Alternative tools can be used for cement removal in revision THA. Ultrasound devices convert electrical energy to mechanical dynamic stress waves. This vibration causes friction when it contacts the bone–cement interface, preferentially affecting the cement. However, the friction can cause heat, and the increased temperature may lead to complications. The high temperatures have been shown in cadaver models of the humerus to reach dangerous levels around the radial nerve. In hip revision surgery, vibration in proximity to the sciatic nerve may lead to an elevated temperature and nerve damage. Methods for protecting the cortex and surrounding tissue include irrigation, intermittent pausing, and judicious use of the ultrasound machine.
An ETO is recommended for well-fixed, uncemented components; extensive cementation; and femoral deformity. Preoperative assessment of femoral loosening helps to define the necessary equipment for implant removal and the need for an ETO. Measurement of the femoral stem length on radiographs allows accurate placement of the distal osteotomy. The ETO is a separate exposure from the other techniques described, including the trochanteric slide osteotomy and standard trochanteric osteotomy, which do not include the metaphyseal portion of the femur.
At the inception of total hip surgery, early surgeons such as Sir John Charnley routinely used a trochanteric osteotomy for primary THA. The ETO for revision THA was popularized by Peters and Paprosky more than 20 years ago. The use of a controlled osteotomy helps to prevent cortical perforation and fracture of the femoral shaft during stem extraction. Femoral shaft deformity prohibiting distal cement removal also may require an ETO. This method has become a successful alternative when removal of a femoral stem is difficult in the revision setting.

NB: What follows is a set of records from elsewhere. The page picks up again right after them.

// What happened to one tank, as its log tells it: values only. Reading them from a log is log_history.hpp's
// work. Read next: learn.hpp.
#pragma once

#include <cstdint>
#include <optional>
#include <string>
#include <vector>

namespace bathwright::learning {

/// When and where in the log. Hours since the start of the history; entry 0: none.
struct Moment {
  double at_h = 0;
  std::int64_t entry = 0;
};

/// One level as it was found, g/L of the quantity; one standard uncertainty, 0: not stated.
struct Level {
  std::string quantity;
  double g_per_L = 0, u_g_per_L = 0;
};

struct Analysed {
  Moment when;
  std::vector<Level> levels;       ///< found, not carried over from the book
  std::optional<double> volume_L;  ///< as the level was read; nothing: at the mark
};

struct Added {
  Moment when;
  std::string stock;  ///< id of a shelf item of the tank
  double kg = 0;
};

/// Units of one of the bath type's uses since the last such entry (since the start).
struct Worked {
  Moment when;
  std::string use;
  double units = 0;
};

/// Surface that went through the tank since the last such entry (since the start).
struct Treated {
  Moment when;
  double area_m2 = 0;
};

/// Top-up water by its meter.
struct Watered {
  Moment when;
  double litres = 0;
};

/// Thrown away at once.
struct Dumped {
  Moment when;
  double litres = 0;
};

/// Each list in the order of time. A list that is empty was not logged: work, area and water then go as the
/// policy says.
struct History {
  int first_weekday = 0;  ///< of the day in which hour 0 lies; Monday is 0
  double first_hour = 0;  ///< of that day, 0 to 24
  std::vector<Analysed> analyses;
  std::vector<Added> added;
  std::vector<Worked> worked;
  std::vector<Treated> treated;
  std::vector<Watered> watered;
  std::vector<Dumped> dumped;
};

}  // namespace bathwright::learning
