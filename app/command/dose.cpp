// bathwright dose TANK READINGS: the addition sheet.
#include <CLI/CLI.hpp>
#include <algorithm>
#include <bathwright/sheets/analysis_sheet.hpp>

#include "printed.hpp"
#include "shared_options.hpp"
#include "work/dose_document.hpp"
#include "work/own_plan.hpp"
#include "work/planning.hpp"
#include "work/slip.hpp"

namespace bathwright::command {
namespace {

struct Options {
  bool issue_slip = false;
  bool take_out = false;
  std::string own_plan;  ///< file; empty: the planner's
  int samples = dosing::Sampling{}.samples;
  PrintedFiles printed;
};

int run(const Context& context, const std::string& tank_path, const std::string& readings_path,
        const Options& options) {
  const auto shop = open_shop(context, tank_path);
  if (!shop) return fail(context, shop.problems());
  const auto analysed = analyse(context, *shop, readings_path);
  if (!analysed) return fail(context, analysed.problems());
  const analysis::Analysis& analysis = analysed->analysis;
  constexpr std::size_t earlier_results = 3;
  const auto history = history_of(context, shop->tank.name, earlier_results, analysed->logged_as);
  if (!history) return fail(context, history.problems());
  dosing::Request request = request_for(analysis, options.samples);
  request.bring_down = options.take_out;
  const auto sheet = options.own_plan.empty()
                         ? dosing::plan_additions(shop->tank, shop->chemistry, analysis.state, request)
                         : check_own_plan(*shop, analysis.state, options.own_plan);
  if (!sheet) return fail(context, sheet.problems());
  const auto stops = slip_stops(shop->tank, *analysed, *sheet, *history);
  if (options.issue_slip) {
    if (context.log_file.empty())
      return fail(context, {{Fault::bad_input, "--slip", "there is no log to number it", "--log FILE", ""}});
    if (const std::string why = hindrance(*sheet, *analysed, stops); !why.empty())
      return fail(context, {{Fault::refused, "--slip", "no slip is issued: " + why, "",
                             "Read the sheet without --slip; settle that first."}});
  }

  Json doc = dose_document(*shop, *sheet, analysed->changed_since);
  doc["stops"] = stops;
  std::optional<LoggedDose> logged;
  if (!context.log_file.empty()) {
    auto done = log_dose(context, *shop, readings_path, *analysed, doc, options.issue_slip);
    if (!done) return fail(context, done.problems());
    logged = *std::move(done);
    doc["logged_as"] = logged->entries;
    doc["slip"] = logged->slip ? Json(*logged->slip) : Json(nullptr);
  }
  const sheets::Page page =
      page_of(context, *shop, {*analysed, *sheet, stops, *history, logged, sheets::Units(context.units)});
  if (context.json) {
    print(doc);
  } else {
    print(sheets::text_of(page));
    if (logged) print(lines_of(*logged));
  }
  if (Outcome written = write_printed(options.printed, page); !written)
    return fail(context, written.problems());
  const bool nothing_to_do = !sheet->plans.empty() && sheet->plans.front().feasible &&
                             sheet->plans.front().additions.empty() && analysis.suspects.empty();
  return nothing_to_do && analysed->changed_since.empty() && stops.empty() &&
                 all_in_window(sheets::judge(shop->tank, shop->type(), analysis))
             ? Exit::all_well
             : Exit::finding;
}

}  // namespace

void add_dose(CLI::App& program, Context& context, Action& action) {
  auto* verb =
      program.add_subcommand("dose", "the addition sheet: what to weigh out, in what order")->fallthrough();
  auto options = std::make_shared<Options>();
  verb->add_flag("--slip", options->issue_slip, "issues the best plan as a numbered slip of the log");
  verb->add_flag("--take-out", options->take_out,
                 "plans with bath taken out too, where something is strong inside its window");
  verb->add_option("--plan", options->own_plan,
                   "checks this list of additions in place of a plan of its own, TOML")
      ->check(CLI::ExistingFile);
  verb->add_option("--samples", options->samples, "tanks drawn for the chance of ending inside; 0: none")
      ->check(CLI::Range(0, 1000000))
      ->capture_default_str();
  add_printed_files(*verb, options->printed);
  add_tank_and_readings(
      *verb, context, action,
      [options](const Context& given, const std::string& tank, const std::string& readings) {
        return run(given, tank, readings, *options);
      });
  add_signature(*verb, context);
  add_units(*verb, context);
  verb->footer(
      "Example: bathwright dose baths/n-07.toml baths/readings/n-07-morning.toml --log shift-log.sqlite\n"
      "With --log the analysis and the plan are logged; additions logged since are told. --slip numbers the plan:\n"
      "while that slip is open, no other is issued for the tank.\n");
}

}  // namespace bathwright::command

The previous skin incision, except anterior skin incisions, is used for the ETO exposure. After identification of the femoral head and neck, greater trochanter, and lesser trochanter, the distal aspect of the femur is exposed to the measured length of the stem. The hip is placed in internal rotation, and the vastus lateralis is dissected along its posterior border. The key for adequate blood supply and proper healing is to retain the abductors and vastus lateralis attachment to the osteotomy fragment. The osteotomy is marked from the base of the posterior greater trochanter to the distal aspect of the intended osteotomy. The osteotomy then is marked just anterolateral to the linea aspera, leaving a soft tissue sleeve for repair. The trochanteric osteotomy should measure approximately one third of the circumference of the femoral shaft involving the posterolateral portion of the femur.

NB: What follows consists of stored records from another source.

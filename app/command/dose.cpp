// bathwright dose TANK READINGS: the addition sheet.
#include <bathwright/sheets/addition_sheet.hpp>
#include <bathwright/sheets/analysis_sheet.hpp>

#include "context.hpp"
#include "tank_state.hpp"
#include "view_json.hpp"

namespace bathwright::command {
namespace {

Json json_of(const bath::BathType& type, const dosing::Step& step) {
  Json checks = Json::array();
  for (const auto& check : step.checks)
    checks.push_back(
        {{"name", check.name}, {"ok", check.ok}, {"stops", check.stops}, {"detail", check.detail}});
  return {{"number", step.number},
          {"chemical", step.chemical},
          {"amount", step.amount},
          {"unit", step.unit},
          {"portion", step.portion},
          {"portions", step.portions},
          {"dissolve_in_L", step.dissolve_in_L ? Json(*step.dissolve_in_L) : Json(nullptr)},
          {"how", step.how},
          {"wait_h", step.wait_h},
          {"predicted",
           {{"pH", step.predicted.pH},
            {"volume_L", step.predicted.volume_L},
            {"concentrations", concentrations(type, step.predicted)}}},
          {"checks", std::move(checks)}};
}

Json json_of(const bath::BathType& type, const dosing::Plan& plan) {
  Json additions = Json::array(), steps = Json::array();
  for (const auto& a : plan.additions)
    additions.push_back({{"chemical", a.chemical}, {"amount", a.amount}, {"unit", a.unit}, {"cost", a.cost}});
  for (const auto& step : plan.steps) steps.push_back(json_of(type, step));
  return {{"kind", plan.kind},
          {"feasible", plan.feasible},
          {"cost", plan.cost},
          {"salt_load_mol", plan.salt_load_mol},
          {"probability_in_window",
           plan.probability_in_window ? Json(*plan.probability_in_window) : Json(nullptr)},
          {"additions", std::move(additions)},
          {"steps", std::move(steps)},
          {"final",
           {{"pH", plan.final_view.pH},
            {"volume_L", plan.final_view.volume_L},
            {"concentrations", concentrations(type, plan.final_view)},
            {"headroom", headroom_log10(plan.final_view)}}},
          {"unmet", plan.unmet}};
}

Json json_of(const Shop& shop, const dosing::AdditionSheet& sheet,
             const std::vector<std::string>& changed_since) {
  std::vector<std::string> warnings = changed_since;
  warnings.insert(warnings.end(), sheet.now.warnings.begin(), sheet.now.warnings.end());
  Json doc = document(warnings);
  doc["tank"] = shop.tank.name;
  doc["currency"] = shop.tank.currency;
  doc["plans"] = Json::array();
  for (const auto& plan : sheet.plans) doc["plans"].push_back(json_of(shop.type(), plan));
  doc["refused"] = Json::array();
  for (const auto& refusal : sheet.refused)
    doc["refused"].push_back({{"reason", refusal.reason}, {"rule", refusal.rule}});
  doc["cautions"] = sheet.cautions;
  return doc;
}

/// What a dose leaves in the log.
struct LoggedDose {
  std::vector<std::int64_t> entries;  ///< the analysis, the plan, the slip
  bool analysis_was_there = false;
  std::optional<std::int64_t> slip;
  std::filesystem::path path;
};

/// Logs the analysis, unless it is the last in the log, the plan made from it, and the slip where one is
/// wanted: together or not at all.
Result<LoggedDose> log_dose(const Context& context, const Shop& shop, const std::string& readings_path,
                            const Analysed& analysed, const Json& doc, bool issue_slip) {
  LoggedDose logged;
  std::vector<logbook::NewEntry> entries;
  const auto add = [&](logbook::EntryKind kind, Json body) -> Outcome {
    auto entry = entry_computed(shop, readings_path, kind, std::move(body));
    if (!entry) return entry.problems();
    entries.push_back(*std::move(entry));
    return Done{};
  };
  if (analysed.logged_as) {
    logged.analysis_was_there = true;
    logged.entries.push_back(*analysed.logged_as);
  } else if (Outcome added = add(logbook::EntryKind::analysis,
                                 analysis_document(shop.tank, shop.type(), analysed.analysis));
             !added) {
    return added.problems();
  }
  if (Outcome added = add(logbook::EntryKind::plan, doc); !added) return added.problems();
  if (issue_slip)
    if (Outcome added =
            add(logbook::EntryKind::slip, {{"plan", doc["plans"].front()}, {"cautions", doc["cautions"]}});
        !added)
      return added.problems();
  auto opened = open_log_to_write(context);
  if (!opened) return opened.problems();
  OpenLog open = *std::move(opened);
  const auto written = append_all(context, open, std::move(entries));
  if (!written) return written.problems();
  for (const auto& entry : *written) logged.entries.push_back(entry.seq);
  if (issue_slip) logged.slip = logged.entries.back();
  logged.path = open.path;
  return logged;
}

sheets::Lines lines_of(const LoggedDose& logged) {
  sheets::Lines lines;
  std::string numbers;
  for (const std::int64_t seq : logged.entries)
    numbers += (numbers.empty() ? "" : ", ") + std::to_string(seq);
  if (logged.analysis_was_there)
    sheets::say(lines,
                "The analysis is already logged as entry " + std::to_string(logged.entries.front()) + ".");
  sheets::say(lines, "Logged in " + logged.path.string() + ": entries " + numbers + ".");
  if (logged.slip)
    sheets::say(lines, "Slip " + std::to_string(*logged.slip) + " is open: log each step with --slip " +
                           std::to_string(*logged.slip) + ", then bathwright log close " +
                           std::to_string(*logged.slip) + ".");
  return lines;
}

/// What keeps the best plan from being carried out as it stands; empty where nothing does.
std::string hindrance(const dosing::AdditionSheet& sheet, const Analysed& analysed) {
  if (sheet.plans.empty() || !sheet.plans.front().feasible) return "no plan meets every aim";
  if (sheet.plans.front().additions.empty()) return "there is nothing to add";
  if (!analysed.analysis.suspects.empty())
    return "a reading is suspect: " + analysed.analysis.suspects.front().what;
  return analysed.changed_since.empty() ? "" : analysed.changed_since.front();
}

int run(const Context& context, const std::string& tank_path, const std::string& readings_path,
        bool issue_slip) {
  const auto shop = open_shop(context, tank_path);
  if (!shop) return fail(context, shop.problems());
  const auto analysed = analyse(context, *shop, readings_path);
  if (!analysed) return fail(context, analysed.problems());
  const analysis::Analysis& analysis = analysed->analysis;
  dosing::Request request;
  for (const auto& level : analysis.results)
    request.uncertainty[level.quantity] = level.standard_uncertainty.v;
  const auto sheet = dosing::plan_additions(shop->tank, shop->chemistry, analysis.state, request);
  if (!sheet) return fail(context, sheet.problems());
  if (issue_slip) {
    if (context.log_file.empty())
      return fail(context, {{Fault::bad_input, "--slip", "there is no log to number it", "--log FILE", ""}});
    if (const std::string why = hindrance(*sheet, *analysed); !why.empty())
      return fail(context, {{Fault::refused, "--slip", "no slip is issued: " + why, "",
                             "Read the sheet without --slip; settle that first."}});
  }

  Json doc = json_of(*shop, *sheet, analysed->changed_since);
  std::optional<LoggedDose> logged;
  if (!context.log_file.empty()) {
    auto done = log_dose(context, *shop, readings_path, *analysed, doc, issue_slip);
    if (!done) return fail(context, done.problems());
    logged = *std::move(done);
    doc["logged_as"] = logged->entries;
    doc["slip"] = logged->slip ? Json(*logged->slip) : Json(nullptr);
  }
  if (context.json) {
    print(doc);
  } else {
    print(sheets::addition_sheet(
        shop->tank, shop->type(), analysis, *sheet, analysed->changed_since,
        {signer(context), context.shift, program_and_version(), logged ? logged->slip : std::nullopt}));
    if (logged) print(lines_of(*logged));
  }
  const bool nothing_to_do = !sheet->plans.empty() && sheet->plans.front().feasible &&
                             sheet->plans.front().additions.empty() && analysis.suspects.empty();
  return nothing_to_do && analysed->changed_since.empty() &&
                 all_in_window(sheets::judge(shop->tank, shop->type(), analysis))
             ? Exit::all_well
             : Exit::finding;
}

}  // namespace

void add_dose(CLI::App& program, Context& context, Action& action) {
  auto* verb =
      program.add_subcommand("dose", "the addition sheet: what to weigh out, in what order")->fallthrough();
  auto issue_slip = std::make_shared<bool>(false);
  verb->add_flag("--slip", *issue_slip, "issues the best plan as a numbered slip of the log");
  add_tank_and_readings(
      *verb, context, action,
      [issue_slip](const Context& given, const std::string& tank, const std::string& readings) {
        return run(given, tank, readings, *issue_slip);
      });
  add_signature(*verb, context);
  verb->footer(
      "Example: bathwright dose baths/n-07.toml baths/readings/n-07-morning.toml --log shift-log.sqlite\n"
      "With --log the analysis and the plan are logged; additions logged since are told. --slip numbers the plan:\n"
      "while that slip is open, no other is issued for the tank.\n");
}

}  // namespace bathwright::command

Several techniques can be employed to create the osteotomy in a safe, controlled fashion. A pencil-tip bur can be used to make cortical perforations along the anterior and posterior lateral osteotomy site. The perforations are then connected with a saw, pencil-tip bur, or osteotome. An osteotome is placed on the proximal femur to complete the osteotomy anterior and posterior to the greater trochanter. The osteotomy site can then be levered open by stacking osteotomes. Figure 47.1 shows the femoral stem still engaged after displacement of the posterior ETO fragment. The implant or cement mantle can be disengaged from the cortex with flexible osteotomes at the cement–bone or implant–bone interface. The medial interface often is intact, and a gigli saw can be used to disengage the medial cortex. A distal cerclage cable should be placed distal to the osteotomy site to prevent propagation of a fracture from the osteotomy site during cement removal or revision implant placement.